The records below hold a stretch from the line with "until it ends." through the line with "export interface RateLimit"; return exactly those lines, ends included, and nothing more.

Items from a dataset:
--------------------
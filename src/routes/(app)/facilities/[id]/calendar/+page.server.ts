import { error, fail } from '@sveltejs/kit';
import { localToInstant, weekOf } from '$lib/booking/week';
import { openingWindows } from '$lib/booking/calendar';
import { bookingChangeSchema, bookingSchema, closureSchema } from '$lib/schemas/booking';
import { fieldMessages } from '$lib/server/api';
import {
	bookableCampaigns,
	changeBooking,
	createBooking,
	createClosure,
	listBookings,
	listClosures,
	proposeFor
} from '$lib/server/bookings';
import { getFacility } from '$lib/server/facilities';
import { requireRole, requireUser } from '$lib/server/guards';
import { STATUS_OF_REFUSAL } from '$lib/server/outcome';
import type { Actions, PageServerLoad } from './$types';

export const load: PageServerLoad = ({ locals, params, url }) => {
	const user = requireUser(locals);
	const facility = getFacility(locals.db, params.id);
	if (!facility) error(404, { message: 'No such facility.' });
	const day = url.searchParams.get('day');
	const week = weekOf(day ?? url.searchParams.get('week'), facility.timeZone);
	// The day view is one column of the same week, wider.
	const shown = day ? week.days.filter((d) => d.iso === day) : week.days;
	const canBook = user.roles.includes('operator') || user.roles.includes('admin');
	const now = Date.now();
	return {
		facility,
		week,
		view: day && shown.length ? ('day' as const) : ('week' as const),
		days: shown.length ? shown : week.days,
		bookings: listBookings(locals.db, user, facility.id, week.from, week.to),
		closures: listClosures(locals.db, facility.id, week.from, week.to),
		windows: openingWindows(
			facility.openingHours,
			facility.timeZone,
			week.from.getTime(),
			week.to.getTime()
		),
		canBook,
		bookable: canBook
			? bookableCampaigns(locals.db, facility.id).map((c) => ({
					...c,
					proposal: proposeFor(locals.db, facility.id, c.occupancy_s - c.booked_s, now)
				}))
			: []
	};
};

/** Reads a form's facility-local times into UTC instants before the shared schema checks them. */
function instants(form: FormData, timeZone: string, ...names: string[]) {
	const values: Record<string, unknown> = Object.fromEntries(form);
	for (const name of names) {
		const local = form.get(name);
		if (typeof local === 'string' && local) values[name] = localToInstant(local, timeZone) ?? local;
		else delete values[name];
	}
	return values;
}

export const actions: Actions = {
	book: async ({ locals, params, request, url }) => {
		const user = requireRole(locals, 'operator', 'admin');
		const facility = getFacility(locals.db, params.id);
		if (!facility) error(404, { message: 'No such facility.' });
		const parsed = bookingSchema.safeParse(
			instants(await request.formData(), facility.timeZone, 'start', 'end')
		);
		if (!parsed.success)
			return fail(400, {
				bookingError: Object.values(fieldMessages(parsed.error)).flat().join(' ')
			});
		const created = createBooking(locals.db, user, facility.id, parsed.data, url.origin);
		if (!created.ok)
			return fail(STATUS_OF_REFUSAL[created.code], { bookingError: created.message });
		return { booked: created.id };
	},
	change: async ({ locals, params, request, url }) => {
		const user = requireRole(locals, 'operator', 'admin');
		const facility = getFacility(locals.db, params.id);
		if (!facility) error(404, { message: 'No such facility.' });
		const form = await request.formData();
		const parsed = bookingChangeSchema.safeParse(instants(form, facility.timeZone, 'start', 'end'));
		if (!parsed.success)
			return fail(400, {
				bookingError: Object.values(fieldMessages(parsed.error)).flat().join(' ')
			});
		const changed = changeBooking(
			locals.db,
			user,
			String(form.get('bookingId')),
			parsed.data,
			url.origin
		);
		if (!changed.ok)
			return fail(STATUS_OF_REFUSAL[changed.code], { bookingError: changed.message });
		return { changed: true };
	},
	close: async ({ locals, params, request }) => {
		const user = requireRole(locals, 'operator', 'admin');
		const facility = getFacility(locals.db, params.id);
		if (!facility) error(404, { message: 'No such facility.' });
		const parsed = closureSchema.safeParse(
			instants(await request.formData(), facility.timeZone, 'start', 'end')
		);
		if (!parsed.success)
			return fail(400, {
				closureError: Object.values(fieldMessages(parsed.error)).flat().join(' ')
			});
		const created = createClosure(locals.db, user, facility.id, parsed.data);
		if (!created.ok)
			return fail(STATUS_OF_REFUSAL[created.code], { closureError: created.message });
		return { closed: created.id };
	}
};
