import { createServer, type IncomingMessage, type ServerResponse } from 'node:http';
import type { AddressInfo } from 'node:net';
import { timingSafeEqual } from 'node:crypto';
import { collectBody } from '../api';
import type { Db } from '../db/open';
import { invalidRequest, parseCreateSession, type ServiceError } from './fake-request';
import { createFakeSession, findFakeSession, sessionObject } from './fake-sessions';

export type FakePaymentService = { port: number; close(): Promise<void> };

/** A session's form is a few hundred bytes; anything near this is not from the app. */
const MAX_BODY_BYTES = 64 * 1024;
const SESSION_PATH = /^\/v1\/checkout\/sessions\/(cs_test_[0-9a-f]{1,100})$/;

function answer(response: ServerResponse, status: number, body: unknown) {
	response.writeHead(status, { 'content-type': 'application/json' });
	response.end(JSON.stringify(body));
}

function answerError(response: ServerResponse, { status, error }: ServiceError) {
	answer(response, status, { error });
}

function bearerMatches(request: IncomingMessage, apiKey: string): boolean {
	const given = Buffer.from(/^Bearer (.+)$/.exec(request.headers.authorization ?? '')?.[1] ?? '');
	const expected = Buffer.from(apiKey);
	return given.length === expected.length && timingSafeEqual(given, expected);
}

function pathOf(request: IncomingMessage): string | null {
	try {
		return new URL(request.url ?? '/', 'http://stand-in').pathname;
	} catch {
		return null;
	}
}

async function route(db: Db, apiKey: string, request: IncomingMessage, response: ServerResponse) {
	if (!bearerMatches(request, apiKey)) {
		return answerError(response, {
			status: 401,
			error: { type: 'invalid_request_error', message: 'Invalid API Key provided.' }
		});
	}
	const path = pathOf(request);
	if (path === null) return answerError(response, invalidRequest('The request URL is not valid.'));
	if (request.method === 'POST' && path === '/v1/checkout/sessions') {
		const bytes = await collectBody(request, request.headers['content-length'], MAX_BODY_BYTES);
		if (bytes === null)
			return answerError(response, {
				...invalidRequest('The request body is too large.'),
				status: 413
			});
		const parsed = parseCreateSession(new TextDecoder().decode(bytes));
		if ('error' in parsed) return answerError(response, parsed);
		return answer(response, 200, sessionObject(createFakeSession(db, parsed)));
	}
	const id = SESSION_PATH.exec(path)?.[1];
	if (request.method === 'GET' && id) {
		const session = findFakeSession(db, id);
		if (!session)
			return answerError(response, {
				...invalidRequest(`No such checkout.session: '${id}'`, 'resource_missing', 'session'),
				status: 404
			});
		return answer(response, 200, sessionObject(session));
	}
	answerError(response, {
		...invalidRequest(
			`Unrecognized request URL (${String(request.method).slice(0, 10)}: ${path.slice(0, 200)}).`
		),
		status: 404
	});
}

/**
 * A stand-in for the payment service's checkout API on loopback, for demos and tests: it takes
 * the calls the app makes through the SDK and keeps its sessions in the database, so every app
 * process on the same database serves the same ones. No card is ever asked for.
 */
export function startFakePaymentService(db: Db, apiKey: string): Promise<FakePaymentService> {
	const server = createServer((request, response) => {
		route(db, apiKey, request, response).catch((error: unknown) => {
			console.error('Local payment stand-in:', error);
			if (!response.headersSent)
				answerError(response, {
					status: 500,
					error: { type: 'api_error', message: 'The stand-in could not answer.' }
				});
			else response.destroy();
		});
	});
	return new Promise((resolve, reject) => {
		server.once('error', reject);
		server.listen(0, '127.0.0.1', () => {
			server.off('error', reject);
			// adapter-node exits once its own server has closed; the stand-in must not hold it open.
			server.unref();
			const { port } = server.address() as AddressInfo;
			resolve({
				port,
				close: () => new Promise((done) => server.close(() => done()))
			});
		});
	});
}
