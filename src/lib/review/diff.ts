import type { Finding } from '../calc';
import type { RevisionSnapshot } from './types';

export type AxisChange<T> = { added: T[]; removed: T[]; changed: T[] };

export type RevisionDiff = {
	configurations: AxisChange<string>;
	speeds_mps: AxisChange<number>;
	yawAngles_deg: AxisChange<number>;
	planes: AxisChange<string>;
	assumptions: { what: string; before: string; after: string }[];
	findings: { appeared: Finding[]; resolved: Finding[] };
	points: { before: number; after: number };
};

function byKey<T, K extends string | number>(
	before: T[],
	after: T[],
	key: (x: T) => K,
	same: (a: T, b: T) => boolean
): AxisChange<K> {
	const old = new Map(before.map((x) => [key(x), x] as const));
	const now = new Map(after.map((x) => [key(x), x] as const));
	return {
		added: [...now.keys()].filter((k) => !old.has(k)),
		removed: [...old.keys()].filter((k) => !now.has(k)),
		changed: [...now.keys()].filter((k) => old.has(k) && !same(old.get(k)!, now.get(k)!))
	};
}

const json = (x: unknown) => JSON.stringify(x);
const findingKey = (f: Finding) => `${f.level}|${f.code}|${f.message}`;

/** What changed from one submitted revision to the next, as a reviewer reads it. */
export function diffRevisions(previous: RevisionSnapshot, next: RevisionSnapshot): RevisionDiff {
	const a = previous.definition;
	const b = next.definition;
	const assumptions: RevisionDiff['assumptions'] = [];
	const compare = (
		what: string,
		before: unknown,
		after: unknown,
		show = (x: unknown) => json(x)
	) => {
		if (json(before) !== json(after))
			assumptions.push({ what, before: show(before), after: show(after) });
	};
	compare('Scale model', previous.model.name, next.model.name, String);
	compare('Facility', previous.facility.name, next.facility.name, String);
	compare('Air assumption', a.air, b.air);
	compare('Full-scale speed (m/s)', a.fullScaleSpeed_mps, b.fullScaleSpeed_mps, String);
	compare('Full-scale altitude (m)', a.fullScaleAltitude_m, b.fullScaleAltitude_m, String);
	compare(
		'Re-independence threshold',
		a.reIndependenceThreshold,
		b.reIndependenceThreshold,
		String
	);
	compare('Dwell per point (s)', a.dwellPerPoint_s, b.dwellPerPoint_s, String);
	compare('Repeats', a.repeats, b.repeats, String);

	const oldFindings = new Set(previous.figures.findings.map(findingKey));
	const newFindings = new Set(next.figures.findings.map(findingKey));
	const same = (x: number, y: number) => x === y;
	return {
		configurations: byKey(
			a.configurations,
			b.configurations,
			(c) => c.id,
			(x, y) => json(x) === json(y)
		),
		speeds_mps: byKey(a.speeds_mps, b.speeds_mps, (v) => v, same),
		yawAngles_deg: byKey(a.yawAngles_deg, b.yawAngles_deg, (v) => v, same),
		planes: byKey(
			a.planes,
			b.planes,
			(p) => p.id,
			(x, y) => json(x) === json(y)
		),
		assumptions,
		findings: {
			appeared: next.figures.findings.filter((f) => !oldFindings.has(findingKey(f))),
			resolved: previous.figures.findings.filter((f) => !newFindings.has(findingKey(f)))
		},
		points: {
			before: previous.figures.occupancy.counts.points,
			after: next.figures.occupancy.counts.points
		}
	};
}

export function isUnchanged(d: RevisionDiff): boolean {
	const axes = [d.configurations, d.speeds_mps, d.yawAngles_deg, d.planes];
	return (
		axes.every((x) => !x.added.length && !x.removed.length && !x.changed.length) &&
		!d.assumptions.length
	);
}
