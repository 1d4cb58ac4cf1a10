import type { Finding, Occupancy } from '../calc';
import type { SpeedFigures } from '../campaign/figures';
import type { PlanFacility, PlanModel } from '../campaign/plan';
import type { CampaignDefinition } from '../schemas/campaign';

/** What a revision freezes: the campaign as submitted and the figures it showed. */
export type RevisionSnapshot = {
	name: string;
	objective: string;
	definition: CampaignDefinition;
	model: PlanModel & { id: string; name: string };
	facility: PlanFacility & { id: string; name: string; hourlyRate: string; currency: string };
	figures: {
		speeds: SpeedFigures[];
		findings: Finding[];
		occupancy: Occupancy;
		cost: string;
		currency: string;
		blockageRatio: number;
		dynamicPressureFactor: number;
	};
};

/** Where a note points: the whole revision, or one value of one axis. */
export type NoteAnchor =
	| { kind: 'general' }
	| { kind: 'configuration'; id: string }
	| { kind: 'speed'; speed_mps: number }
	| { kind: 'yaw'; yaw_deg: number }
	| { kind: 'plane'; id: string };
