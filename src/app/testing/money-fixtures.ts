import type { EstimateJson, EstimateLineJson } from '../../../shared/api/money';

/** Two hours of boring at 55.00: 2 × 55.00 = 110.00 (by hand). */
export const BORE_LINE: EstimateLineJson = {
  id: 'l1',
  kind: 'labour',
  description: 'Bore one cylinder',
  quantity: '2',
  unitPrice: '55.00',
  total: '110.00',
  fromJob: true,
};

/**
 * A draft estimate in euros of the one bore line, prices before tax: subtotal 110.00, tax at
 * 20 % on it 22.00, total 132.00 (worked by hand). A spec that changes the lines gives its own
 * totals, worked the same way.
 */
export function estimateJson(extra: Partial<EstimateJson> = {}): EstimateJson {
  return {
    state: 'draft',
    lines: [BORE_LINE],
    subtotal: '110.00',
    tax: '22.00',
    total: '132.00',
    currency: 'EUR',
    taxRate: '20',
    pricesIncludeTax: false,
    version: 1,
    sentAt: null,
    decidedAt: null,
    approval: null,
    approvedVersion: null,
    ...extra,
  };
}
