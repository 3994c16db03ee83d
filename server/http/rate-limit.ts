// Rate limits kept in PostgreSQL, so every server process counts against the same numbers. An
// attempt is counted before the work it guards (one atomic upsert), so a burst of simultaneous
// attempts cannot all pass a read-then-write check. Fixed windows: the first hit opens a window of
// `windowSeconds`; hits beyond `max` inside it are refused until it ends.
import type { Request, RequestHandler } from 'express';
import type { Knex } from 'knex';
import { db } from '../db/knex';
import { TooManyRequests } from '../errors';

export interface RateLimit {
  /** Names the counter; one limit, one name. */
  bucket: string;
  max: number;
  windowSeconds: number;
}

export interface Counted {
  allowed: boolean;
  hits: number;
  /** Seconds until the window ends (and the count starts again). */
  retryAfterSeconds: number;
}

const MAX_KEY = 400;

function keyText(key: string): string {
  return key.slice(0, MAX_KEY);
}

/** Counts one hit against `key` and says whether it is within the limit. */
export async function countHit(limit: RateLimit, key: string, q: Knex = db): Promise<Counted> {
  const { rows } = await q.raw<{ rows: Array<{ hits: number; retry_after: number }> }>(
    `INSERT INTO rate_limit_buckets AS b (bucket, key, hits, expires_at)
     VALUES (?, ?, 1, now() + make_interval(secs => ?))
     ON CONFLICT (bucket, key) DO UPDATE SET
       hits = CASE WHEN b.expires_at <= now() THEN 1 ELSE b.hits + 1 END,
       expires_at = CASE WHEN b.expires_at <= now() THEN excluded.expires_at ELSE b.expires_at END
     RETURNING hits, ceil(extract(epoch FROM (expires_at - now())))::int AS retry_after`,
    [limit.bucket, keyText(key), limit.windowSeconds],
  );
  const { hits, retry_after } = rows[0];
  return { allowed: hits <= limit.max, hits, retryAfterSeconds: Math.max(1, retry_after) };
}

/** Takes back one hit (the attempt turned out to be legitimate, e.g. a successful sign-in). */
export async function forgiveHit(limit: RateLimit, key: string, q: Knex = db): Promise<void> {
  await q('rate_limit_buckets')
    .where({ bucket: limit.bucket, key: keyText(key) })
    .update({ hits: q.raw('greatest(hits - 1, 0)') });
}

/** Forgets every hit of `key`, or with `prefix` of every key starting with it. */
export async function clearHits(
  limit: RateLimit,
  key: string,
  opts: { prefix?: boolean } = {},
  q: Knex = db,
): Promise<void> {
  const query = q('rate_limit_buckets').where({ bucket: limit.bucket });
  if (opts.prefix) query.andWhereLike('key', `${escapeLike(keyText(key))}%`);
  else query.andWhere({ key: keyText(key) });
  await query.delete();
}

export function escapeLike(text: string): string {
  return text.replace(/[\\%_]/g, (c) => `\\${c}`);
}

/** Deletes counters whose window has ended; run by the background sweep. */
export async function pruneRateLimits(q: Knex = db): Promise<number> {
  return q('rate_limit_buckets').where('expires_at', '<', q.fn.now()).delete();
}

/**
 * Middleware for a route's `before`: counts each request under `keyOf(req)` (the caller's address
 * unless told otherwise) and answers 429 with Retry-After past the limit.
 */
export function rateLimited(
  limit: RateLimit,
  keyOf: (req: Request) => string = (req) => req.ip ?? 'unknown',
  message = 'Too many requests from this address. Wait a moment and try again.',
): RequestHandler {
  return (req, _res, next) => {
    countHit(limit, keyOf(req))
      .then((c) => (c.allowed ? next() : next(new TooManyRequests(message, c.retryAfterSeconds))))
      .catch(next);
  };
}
--------------------
**ANSWER BELOW**
// `windowSeconds`; hits beyond `max` inside it are refused until it ends.
import type { Request, RequestHandler } from 'express';
import type { Knex } from 'knex';
import { db } from '../db/knex';
import { TooManyRequests } from '../errors';

export interface RateLimit {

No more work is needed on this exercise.